Exercise materials: Begin
/// Adds knots where the deviation is above `aim`, then takes out those that are not needed.
fn refine(mut interior: Vec<f64>, grid: &Grid, aim: f64) -> Option<Attempt> {
    let mut best = attempt(&interior, grid, f64::INFINITY)?;
    while best.worst > aim {
        let corners = best.knots.corners();
        let mut finer = interior.clone();
        for (span, worst) in corners.windows(2).zip(&best.spans) {
            if *worst > aim.max(0.25 * best.worst) && span[1] - span[0] > 2.0 * CLOSE {
                finer.push(0.5 * (span[0] + span[1]));
            }
        }
        if finer.len() == interior.len() || finer.len() > MOST_KNOTS {
            return None;
        }
        finer.sort_by(f64::total_cmp);
        interior = finer;
        best = attempt(&interior, grid, f64::INFINITY)?;
    }
    Some(thin_out(best, interior, grid, aim))
}

/// The breaks of all sides, in order.
fn breaks(sides: &[&Side]) -> Vec<Break> {
    let mut breaks: Vec<Break> = sides.iter().flat_map(|side| side.breaks()).collect();
    breaks.sort_by(|a, b| a.s.total_cmp(&b.s));
    breaks
}

/// Knots to begin with: a few, the laws' own, and about each kink as many and as close as its jump of slope needs to be
/// rounded off within `aim` (a jump j is missed by about j h at a knot spacing h).
fn starting_knots(breaks: &[Break], own: &[f64], aim: f64) -> Vec<f64> {
    let mut knots: Vec<f64> = Vec::new();
    for Break { s, kink, .. } in breaks {
        let spacing = (aim / kink.abs().max(1e-12)).max(CLOSE);
        if spacing < 0.03 {
            let near = knots
                .last()
                .is_some_and(|last| s - 1.5 * spacing < last + 0.5 * spacing);
            let start = if near {
                knots[knots.len() - 1] + spacing
            } else {
                s - 1.5 * spacing
            };
            let mut knot = start;
            while knot < s + 2.0 * spacing {
                knots.push(knot);
                knot += spacing;
            }
        }
    }
    for knot in [0.2, 0.4, 0.6, 0.8] {
        if breaks.iter().all(|b| b.kink == 0.0 || (knot - b.s).abs() > 0.05) {
            knots.push(knot);
        }
    }
    for knot in own {
        if knots.iter().all(|other| (other - knot).abs() > 0.01) {
            knots.push(*knot);
        }
    }
    knots.retain(|knot| *knot > CLOSE && *knot < 1.0 - CLOSE);
    knots.sort_by(f64::total_cmp);
    knots
}

/// Distances from a break at which a side is sampled: closer and closer, down to the least knot span.
const NEAR_BREAK: u32 = 36;

/// Samples the sides, `density` times as closely as usual.
fn sample(sides: &[&Side], breaks: &[Break], own: usize, density: u32) -> Grid {
    let steps = 160.max(6 * own) * density as usize;
    let closer = 0.82_f64.powf(1.0 / f64::from(density));
    let mut parameters: Vec<f64> = (0..=steps).map(|i| i as f64 / steps as f64).collect();
    for Break { s, .. } in breaks {
        let mut distance = 0.04;
        for _ in 0..NEAR_BREAK * density {
            parameters.extend([s - distance, s + distance]);
            distance *= closer;
        }
    }
    parameters.retain(|s| *s > 0.0 && *s < 1.0);
    parameters.sort_by(f64::total_cmp);
    parameters.dedup_by(|a, b| *a - *b < 3e-6);
    let checks: Vec<f64> = parameters
        .windows(2)
        .map(|pair| 0.5 * (pair[0] + pair[1]))
        .collect();
    let targets = (sides.iter())
        .map(|side| Target {
            values: side.sample(&parameters),
            checks: side.sample(&checks),
            nose: side.nose_derivatives(),
            tail: side.y(1.0),
        })
        .collect();
    Grid {
        parameters,
        checks,
        targets,
    }
}
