import { ruleChangeInput } from '@/lib/contracts/rule-changes';
import { handle } from '@/server/base/handle';
import { getChangeBack } from '@/server/shops/get-change-back';

export const GET = handle(ruleChangeInput, getChangeBack);
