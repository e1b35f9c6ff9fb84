import { placeSiteInput } from '@/lib/contracts/travel';
import { handle } from '@/server/base/handle';
import { placeSite } from '@/server/jobs/place-site';

export const PATCH = handle(placeSiteInput, placeSite);
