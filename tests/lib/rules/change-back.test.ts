import fc from 'fast-check';
import { describe, expect, it } from 'vitest';
import type { ChangeShopRulesInput } from '@/lib/contracts/shop-rules';
import { defaultShopRules } from '@/lib/measure/rules/default-rules';
import { changeBack } from '@/lib/rules/change-back';

const rules = defaultShopRules('US');
const shop = { name: 'Juniper Bend', phone: '', email: '', zone: 'America/New_York', ...rules };

/** The rules after a change, as the server keeps them. */
const changed = (before: typeof shop, given: ChangeShopRulesInput): typeof shop => ({
  ...before,
  ...(given as Partial<typeof shop>),
});

describe('a change of the rules, put back', () => {
  it('leaves what was changed after it', () => {
    const first = { booking: { ...rules.booking, windowMinutes: 90 } };
    const afterFirst = changed(shop, first);
    const second = {
      booking: { ...afterFirst.booking, dayStart: '07:00' },
      name: 'Juniper Bend 2',
    };
    const now = changed(afterFirst, second);
    expect(changeBack(now, { before: shop, given: first })).toEqual({
      booking: { ...rules.booking, windowMinutes: 120, dayStart: '07:00' },
    });
  });

  it('goes back to the usual where nothing of the shop’s own was said before', () => {
    const given = { keeping: { customerYears: 7 }, checklists: { install: [] } };
    expect(changeBack(changed(shop, given), { before: shop, given })).toEqual({
      keeping: { customerYears: null },
      checklists: {},
    });
  });

  it('makes the rules what they were when nothing came after', () => {
    const someFit = fc.record({
      fillerLeastMm: fc.double({ min: 5, max: 30, noNaN: true }),
      plumbFlagMm: fc.double({ min: 1, max: 12, noNaN: true }),
    });
    fc.assert(
      fc.property(someFit, fc.integer({ min: 15, max: 480 }), (fit, windowMinutes) => {
        const given = {
          fit: { ...rules.fit, ...fit },
          booking: { ...rules.booking, windowMinutes },
        };
        const now = changed(shop, given);
        expect(changed(now, changeBack(now, { before: shop, given }))).toEqual(shop);
      }),
    );
  });
});
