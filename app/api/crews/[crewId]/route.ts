import { changeCrewInput } from '@/lib/contracts/crews';
import { handle } from '@/server/base/handle';
import { changeCrew } from '@/server/visits/change-crew';

export const PATCH = handle(changeCrewInput, changeCrew);
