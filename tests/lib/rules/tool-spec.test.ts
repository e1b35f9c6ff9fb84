import { describe, expect, it } from 'vitest';
import {
  readToolFields,
  shownToolField,
  type ToolKind,
  type ToolSpec,
  toolFields,
  toolKindWords,
  toolWorth,
  usualSpec,
} from '@/lib/rules/tool-spec';
import type { LengthUnit } from '@/lib/units/brands';

const kinds = Object.keys(toolKindWords) as ToolKind[];
const units: LengthUnit[] = ['in', 'mm'];

/** The form as it is shown. */
const shown = (spec: ToolSpec, unit: LengthUnit) =>
  Object.fromEntries(
    toolFields[spec.kind].map((field) => [field.key, shownToolField(spec, field, unit)]),
  );

describe('a measuring tool in the shop rules', () => {
  it.each(kinds.flatMap((kind) => units.map((unit) => [kind, unit] as const)))(
    '%s in %s: a form that nobody touched changes nothing',
    (kind, unit) => {
      const spec = usualSpec(kind, unit);
      expect(readToolFields(shown(spec, unit), spec, unit)).toEqual({ spec, errors: {} });
    },
  );

  it('takes a maker’s millimetres in a shop that thinks in inches', () => {
    const spec = usualSpec('laser', 'in');
    const typed = { ...shown(spec, 'in'), mpeMm: '2 mm', statedAt95: 'yes' };
    expect(readToolFields(typed, spec, 'in').spec).toMatchObject({ mpeMm: 2, statedAt95: true });
  });

  it('says at its field what is no figure, or none that a tool can have', () => {
    const spec = usualSpec('angle-finder', 'mm');
    const typed = { ...shown(spec, 'mm'), mpeDeg: 'fine', stepDeg: '0' };
    const { spec: read, errors } = readToolFields(typed, spec, 'mm');
    expect(read).toBeNull();
    expect(Object.keys(errors).sort()).toEqual(['mpeDeg', 'stepDeg']);
  });

  it('tells what it is worth: a class II tape over 3 m between two walls is ±1.7 mm', () => {
    expect(toolWorth(usualSpec('tape', 'mm'), 'mm')).toMatch(/±1\.7 mm$/);
    // MPE 0.3 + 0.2·3 + 2·0.2 = 1.3 for class II and 0.1 + 0.1·3 + 2·0.1 = 0.6 for class I (MI-008).
    const better: ToolSpec = { kind: 'tape', accuracyClass: 'I', stepMm: 1, repeatabilityMm: 0.3 };
    expect(toolWorth(better, 'mm')).toMatch(/±1\.1 mm$/);
  });
});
Exercise materials: End
§ **Aim of the exercise**: Pull every line containing "where" out of the entries.

§ **Output below**:
/// Adds knots where the deviation is above `aim`, then takes out those that are not needed.
  it('goes back to the usual where nothing of the shop’s own was said before', () => {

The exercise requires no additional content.